A reminder (from Zeus)4 Apr 2024 11:52
UK fiscal uncertainty may be over emphasised by the stock market. The recent dip in the
JOG share price has coincided with a degree of UK oil and gas tax regime uncertainty. In the
recent UK budget, the Energy Profits Levy was extended to run for a further year, from 2028
to 2029. Prior to this, the Labour party (seen by many as the incoming UK government) had
released a statement proposing an increase in the EPL from 35% to 38%, extension to 2029
(now enacted by the existing Conservative-led government), and the addressing of what
Labour referred to as “loopholes” in the existing UK oil and gas tax regime. It has been
interpreted that these loopholes could refer to the investment uplift allowances in the EPL
regime.
When the EPL was originally brought in in 2022, it was designed with relatively generous
investment allowances (such that, overall, new UK upstream CAPEX investment could attract
up to 91p in the pound of tax relief). This has created a significant incentive for existing UK
producers to invest in new projects – indeed, our modelling estimates that it can increase the
value of a new UK project to an existing producer by up to 61% if tax allowances are able to
be used against existing production. As such, any government watering down of the EPL tax
allowances could impact industry decisions to invest in new projects, including potentially
Buchan.
In our view, the danger of changes to investment allowances may be limited.
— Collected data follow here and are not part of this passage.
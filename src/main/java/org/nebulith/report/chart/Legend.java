package org.nebulith.report.chart;

import java.awt.Color;
import java.awt.geom.Line2D;
import java.awt.geom.Rectangle2D;
import java.util.ArrayList;
import java.util.List;
import java.util.Objects;

/** A legend: one row per entry (line sample and/or marker, then the label), in one or more columns. */
public final class Legend {

    private static final double SAMPLE = 16;
    private static final double GAP = 3;

    /**
     * @param label  text
     * @param line   line sample, or null
     * @param marker marker, or null
     * @param colour marker colour
     */
    public record Entry(String label, LineStyle line, Marker marker, Color colour) {
        public Entry {
            Objects.requireNonNull(label);
        }

        /** @param label text @param s series style @return an entry with line and marker */
        public static Entry of(final String label, final ChartStyle.Series s) {
            return new Entry(label, s.line(), s.marker(), s.colour());
        }
    }

    private final List<Entry> entries = new ArrayList<>();

    /** @param e an entry @return this */
    public Legend add(final Entry e) {
        entries.add(e);
        return this;
    }

    /** @return whether there is nothing to show */
    public boolean isEmpty() {
        return entries.isEmpty();
    }

    /** @return height of one row [pt] */
    public static double rowHeight() {
        return ChartStyle.LEGEND_PT * 1.35;
    }

    /** @return width of one column [pt] */
    public double columnWidth() {
        double w = 0;
        for (Entry e : entries) {
            w = Math.max(w, Fonts.width(e.label(), ChartStyle.LEGEND_PT));
        }
        return SAMPLE + GAP + w;
    }

    /**
     * @param columns number of columns
     * @return the height [pt]
     */
    public double height(final int columns) {
        return Math.ceil(entries.size() / (double) columns) * rowHeight();
    }

    /**
     * @param d       drawing
     * @param x       left edge [pt]
     * @param y       top edge [pt]
     * @param columns number of columns (filled row by row)
     * @param columnGap space between columns [pt]
     */
    public void draw(final Drawing d, final double x, final double y, final int columns, final double columnGap) {
        double cw = columnWidth() + columnGap;
        Panel helper = new Panel(d, new Rectangle2D.Double(0, 0, d.widthPt(), d.heightPt()),
                Axis.linear(0, 1, ""), Axis.linear(0, 1, ""));
        for (int i = 0; i < entries.size(); i++) {
            Entry e = entries.get(i);
            double x0 = x + (i % columns) * cw;
            double mid = y + (i / columns) * rowHeight() + rowHeight() / 2;
            if (e.line() != null) {
                d.stroke(new Line2D.Double(x0, mid, x0 + SAMPLE, mid), e.line());
            }
            if (e.marker() != null) {
                helper.markerAt(e.marker(), x0 + SAMPLE / 2, mid, e.colour(), ChartStyle.MARKER_PT);
            }
            d.text(e.label(), x0 + SAMPLE + GAP, mid + Fonts.capHeight(ChartStyle.LEGEND_PT) / 2,
                    ChartStyle.LEGEND_PT, Drawing.Align.LEFT, Palette.AXIS);
        }
    }
}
While we expect
that both the incumbent Conservative government and the Labour opposition are including
the significant benefit to the exchequer from the EPL in their fiscal calculations for the next
five years, we find it hard to believe neither would look beyond this period. Altering tax
allowances could have a more significant negative effect on future UK North Sea projects
and investment than the existing EPL regime (which, for all its faults, is relatively well
designed for encouraging new investment), and this could in turn have an impact on
government fiscal calculations beyond 2029. Damaging the UK oil and gas industry in the
longer term would be economically self-defeating for an incoming Labour government,
ultimately damaging government spending flexibility. This would be a choice that Labour
would have to face up to in government, with potential serious consequences if it were to
degrade UK oil and gas tax allowances. In our view, the move from campaign rhetoric to
implementing policy is more likely than not to see Labour take a moderate stance in practice.
We also consider the fact that 72% of total UK energy supply in 2022 was from oil and gas,
the c.200k well-paid UK jobs that UK oil and gas activity supports, and the substantially lower
emissions from domestic oil and gas production versus most imports (particularly LNG), as
further strong points in favour of a moderate government approach to oil and gas taxation.